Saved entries
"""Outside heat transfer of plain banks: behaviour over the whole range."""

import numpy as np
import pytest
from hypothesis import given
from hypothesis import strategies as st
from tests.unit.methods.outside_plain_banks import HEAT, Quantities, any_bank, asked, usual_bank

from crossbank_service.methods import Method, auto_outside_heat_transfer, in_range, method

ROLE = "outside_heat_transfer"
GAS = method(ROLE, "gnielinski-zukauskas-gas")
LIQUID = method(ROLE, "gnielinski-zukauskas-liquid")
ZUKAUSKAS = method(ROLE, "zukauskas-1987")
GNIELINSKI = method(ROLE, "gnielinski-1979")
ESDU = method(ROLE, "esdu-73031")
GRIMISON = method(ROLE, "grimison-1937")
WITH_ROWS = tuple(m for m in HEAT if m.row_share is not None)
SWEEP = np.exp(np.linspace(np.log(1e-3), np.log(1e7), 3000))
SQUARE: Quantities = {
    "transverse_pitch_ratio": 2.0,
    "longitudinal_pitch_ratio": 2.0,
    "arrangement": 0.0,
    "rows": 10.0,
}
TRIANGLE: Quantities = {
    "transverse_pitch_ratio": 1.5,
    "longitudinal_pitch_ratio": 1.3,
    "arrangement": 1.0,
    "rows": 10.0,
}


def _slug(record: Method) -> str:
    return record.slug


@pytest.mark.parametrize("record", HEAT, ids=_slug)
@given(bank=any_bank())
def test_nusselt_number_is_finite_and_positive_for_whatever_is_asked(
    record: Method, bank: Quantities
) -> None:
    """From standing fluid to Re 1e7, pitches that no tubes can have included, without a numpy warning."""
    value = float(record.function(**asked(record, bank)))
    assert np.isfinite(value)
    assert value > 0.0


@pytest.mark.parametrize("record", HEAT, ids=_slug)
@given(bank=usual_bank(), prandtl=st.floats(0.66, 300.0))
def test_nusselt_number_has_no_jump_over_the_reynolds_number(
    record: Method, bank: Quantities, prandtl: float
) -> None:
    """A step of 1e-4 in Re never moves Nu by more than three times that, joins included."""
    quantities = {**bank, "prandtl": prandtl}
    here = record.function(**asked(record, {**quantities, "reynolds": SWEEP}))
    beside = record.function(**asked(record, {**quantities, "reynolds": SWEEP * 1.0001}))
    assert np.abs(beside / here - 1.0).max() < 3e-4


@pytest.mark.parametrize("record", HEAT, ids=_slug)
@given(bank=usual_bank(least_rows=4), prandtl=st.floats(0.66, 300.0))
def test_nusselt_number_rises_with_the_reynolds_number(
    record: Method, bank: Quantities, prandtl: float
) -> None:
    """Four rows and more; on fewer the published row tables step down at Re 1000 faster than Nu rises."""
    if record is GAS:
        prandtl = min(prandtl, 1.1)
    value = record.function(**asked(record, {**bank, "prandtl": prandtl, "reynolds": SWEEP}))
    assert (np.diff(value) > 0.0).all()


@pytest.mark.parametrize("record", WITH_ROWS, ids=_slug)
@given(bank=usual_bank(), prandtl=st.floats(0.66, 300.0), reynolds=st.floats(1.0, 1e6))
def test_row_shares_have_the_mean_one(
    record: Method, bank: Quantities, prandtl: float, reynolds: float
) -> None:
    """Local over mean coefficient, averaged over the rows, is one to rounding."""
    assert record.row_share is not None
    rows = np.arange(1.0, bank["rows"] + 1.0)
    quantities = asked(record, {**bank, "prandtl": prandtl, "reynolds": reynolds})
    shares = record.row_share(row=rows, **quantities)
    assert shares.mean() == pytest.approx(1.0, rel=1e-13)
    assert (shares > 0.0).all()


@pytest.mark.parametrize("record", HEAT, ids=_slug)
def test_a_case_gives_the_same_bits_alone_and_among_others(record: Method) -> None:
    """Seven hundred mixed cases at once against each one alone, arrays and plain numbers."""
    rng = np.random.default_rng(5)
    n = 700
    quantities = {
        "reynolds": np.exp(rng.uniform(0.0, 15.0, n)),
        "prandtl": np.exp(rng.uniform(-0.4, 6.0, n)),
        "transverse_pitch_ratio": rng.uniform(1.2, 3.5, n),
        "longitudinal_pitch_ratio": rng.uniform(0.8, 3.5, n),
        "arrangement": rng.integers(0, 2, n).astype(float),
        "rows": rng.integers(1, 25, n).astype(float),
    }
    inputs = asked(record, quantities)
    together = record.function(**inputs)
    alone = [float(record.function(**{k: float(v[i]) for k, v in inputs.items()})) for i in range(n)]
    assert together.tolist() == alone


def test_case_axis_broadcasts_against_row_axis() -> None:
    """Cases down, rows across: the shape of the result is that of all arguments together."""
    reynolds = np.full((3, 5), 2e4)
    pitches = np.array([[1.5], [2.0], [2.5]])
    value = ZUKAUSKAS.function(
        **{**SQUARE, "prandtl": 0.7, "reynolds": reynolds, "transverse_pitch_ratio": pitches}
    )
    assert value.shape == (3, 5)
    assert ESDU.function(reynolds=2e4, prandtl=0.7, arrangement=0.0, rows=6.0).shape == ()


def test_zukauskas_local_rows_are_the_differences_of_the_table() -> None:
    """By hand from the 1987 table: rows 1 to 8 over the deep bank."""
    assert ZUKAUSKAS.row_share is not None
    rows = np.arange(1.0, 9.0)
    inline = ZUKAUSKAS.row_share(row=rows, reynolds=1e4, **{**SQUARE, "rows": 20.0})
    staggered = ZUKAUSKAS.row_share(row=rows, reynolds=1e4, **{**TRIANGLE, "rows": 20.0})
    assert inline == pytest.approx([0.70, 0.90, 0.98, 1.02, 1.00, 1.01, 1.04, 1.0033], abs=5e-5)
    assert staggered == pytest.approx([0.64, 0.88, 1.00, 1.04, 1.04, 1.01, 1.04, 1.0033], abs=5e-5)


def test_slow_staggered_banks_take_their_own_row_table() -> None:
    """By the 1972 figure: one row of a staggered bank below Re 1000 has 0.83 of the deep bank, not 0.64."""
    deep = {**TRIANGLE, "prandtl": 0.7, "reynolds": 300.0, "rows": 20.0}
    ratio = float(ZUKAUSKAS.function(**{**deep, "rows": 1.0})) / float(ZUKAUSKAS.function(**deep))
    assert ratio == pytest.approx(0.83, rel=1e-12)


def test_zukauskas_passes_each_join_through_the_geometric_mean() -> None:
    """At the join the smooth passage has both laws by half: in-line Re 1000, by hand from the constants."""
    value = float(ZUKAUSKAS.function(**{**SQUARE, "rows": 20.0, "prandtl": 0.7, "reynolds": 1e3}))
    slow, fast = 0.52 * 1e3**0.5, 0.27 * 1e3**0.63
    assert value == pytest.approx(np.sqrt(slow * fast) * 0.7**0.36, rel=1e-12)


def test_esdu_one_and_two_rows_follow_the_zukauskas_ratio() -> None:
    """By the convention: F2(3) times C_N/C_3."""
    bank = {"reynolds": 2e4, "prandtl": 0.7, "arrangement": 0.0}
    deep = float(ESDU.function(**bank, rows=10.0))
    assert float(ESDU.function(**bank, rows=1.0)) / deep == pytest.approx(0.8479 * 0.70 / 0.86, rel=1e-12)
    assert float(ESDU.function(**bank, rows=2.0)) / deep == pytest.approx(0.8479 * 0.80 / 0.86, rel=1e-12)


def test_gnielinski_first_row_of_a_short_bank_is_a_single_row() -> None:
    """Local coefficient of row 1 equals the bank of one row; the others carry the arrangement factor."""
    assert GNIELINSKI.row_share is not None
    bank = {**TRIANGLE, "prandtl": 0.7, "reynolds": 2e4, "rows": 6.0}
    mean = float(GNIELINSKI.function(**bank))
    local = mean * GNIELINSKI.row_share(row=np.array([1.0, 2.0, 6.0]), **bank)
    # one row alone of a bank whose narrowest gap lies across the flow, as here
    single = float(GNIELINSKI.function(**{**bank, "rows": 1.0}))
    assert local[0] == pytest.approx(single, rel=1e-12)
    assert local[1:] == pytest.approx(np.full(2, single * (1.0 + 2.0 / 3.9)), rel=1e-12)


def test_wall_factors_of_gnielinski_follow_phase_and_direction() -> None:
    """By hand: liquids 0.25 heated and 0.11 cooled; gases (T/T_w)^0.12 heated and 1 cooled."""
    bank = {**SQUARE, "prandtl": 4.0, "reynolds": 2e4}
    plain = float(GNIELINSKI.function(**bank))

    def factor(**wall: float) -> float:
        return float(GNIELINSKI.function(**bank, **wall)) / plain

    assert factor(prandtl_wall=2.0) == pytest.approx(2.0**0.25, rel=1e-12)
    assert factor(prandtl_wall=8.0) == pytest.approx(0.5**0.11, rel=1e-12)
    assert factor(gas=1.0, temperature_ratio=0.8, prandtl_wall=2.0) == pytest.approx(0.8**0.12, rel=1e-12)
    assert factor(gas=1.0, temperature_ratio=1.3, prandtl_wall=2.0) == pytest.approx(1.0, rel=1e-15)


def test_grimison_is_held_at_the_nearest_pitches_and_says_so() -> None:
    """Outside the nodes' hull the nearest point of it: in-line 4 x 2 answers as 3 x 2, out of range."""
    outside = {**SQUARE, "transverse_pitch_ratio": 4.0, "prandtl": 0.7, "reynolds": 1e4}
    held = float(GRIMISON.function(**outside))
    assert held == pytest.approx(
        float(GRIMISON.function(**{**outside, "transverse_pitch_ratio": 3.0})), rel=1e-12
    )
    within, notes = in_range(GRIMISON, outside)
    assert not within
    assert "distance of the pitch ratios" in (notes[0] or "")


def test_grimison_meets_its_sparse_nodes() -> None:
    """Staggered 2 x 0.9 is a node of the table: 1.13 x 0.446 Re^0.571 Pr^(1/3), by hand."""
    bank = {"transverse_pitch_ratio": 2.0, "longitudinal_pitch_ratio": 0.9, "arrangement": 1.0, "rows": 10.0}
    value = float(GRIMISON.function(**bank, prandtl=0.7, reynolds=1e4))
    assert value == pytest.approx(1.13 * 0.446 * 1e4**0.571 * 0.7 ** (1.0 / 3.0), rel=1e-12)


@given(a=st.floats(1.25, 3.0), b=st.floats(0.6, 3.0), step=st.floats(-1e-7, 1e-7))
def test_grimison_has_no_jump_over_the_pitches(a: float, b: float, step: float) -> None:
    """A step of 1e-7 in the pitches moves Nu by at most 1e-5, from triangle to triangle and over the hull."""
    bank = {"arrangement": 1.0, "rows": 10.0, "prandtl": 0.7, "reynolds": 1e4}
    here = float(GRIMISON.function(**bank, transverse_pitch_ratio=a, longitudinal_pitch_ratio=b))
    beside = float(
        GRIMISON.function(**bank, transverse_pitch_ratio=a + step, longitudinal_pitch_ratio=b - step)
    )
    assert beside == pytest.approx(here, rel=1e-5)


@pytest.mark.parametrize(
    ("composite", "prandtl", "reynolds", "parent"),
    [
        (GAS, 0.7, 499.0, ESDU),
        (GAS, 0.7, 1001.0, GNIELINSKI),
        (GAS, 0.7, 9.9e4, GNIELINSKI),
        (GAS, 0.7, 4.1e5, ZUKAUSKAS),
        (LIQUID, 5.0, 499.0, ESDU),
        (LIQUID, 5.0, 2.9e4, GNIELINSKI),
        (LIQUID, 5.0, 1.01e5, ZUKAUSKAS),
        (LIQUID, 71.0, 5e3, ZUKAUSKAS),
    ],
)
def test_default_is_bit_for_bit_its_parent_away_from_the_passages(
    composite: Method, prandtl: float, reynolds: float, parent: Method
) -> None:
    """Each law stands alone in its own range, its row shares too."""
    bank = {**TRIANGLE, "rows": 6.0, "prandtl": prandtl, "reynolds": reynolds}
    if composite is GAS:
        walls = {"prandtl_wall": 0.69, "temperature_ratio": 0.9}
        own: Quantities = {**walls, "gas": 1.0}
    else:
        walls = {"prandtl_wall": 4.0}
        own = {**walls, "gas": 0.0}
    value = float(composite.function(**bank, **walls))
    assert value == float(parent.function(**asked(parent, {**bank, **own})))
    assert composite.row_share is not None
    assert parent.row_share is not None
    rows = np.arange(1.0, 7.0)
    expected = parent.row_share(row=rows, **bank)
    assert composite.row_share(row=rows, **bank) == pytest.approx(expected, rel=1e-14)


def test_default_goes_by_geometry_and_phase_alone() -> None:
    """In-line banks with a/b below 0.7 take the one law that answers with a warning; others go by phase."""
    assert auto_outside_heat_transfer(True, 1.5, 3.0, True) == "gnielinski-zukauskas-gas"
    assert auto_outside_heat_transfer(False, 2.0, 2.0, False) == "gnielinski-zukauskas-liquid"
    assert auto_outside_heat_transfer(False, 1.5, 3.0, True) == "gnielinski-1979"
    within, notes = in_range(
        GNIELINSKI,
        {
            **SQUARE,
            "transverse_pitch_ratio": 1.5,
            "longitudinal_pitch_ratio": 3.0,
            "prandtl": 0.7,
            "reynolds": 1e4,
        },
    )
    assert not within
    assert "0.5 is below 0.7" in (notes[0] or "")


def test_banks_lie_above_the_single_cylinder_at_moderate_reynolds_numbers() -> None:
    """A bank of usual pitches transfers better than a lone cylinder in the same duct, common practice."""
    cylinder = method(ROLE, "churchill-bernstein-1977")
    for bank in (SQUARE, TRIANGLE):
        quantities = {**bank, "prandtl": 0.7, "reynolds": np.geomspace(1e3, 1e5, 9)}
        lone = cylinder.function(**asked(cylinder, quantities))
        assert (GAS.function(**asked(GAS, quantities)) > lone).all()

*What is expected*
Each line in the data that holds the string "moves" needs to be copied.

*Solution to this task*
    """A step of 1e-4 in Re never moves Nu by more than three times that, joins included."""
    """A step of 1e-7 in the pitches moves Nu by at most 1e-5, from triangle to triangle and over the hull."""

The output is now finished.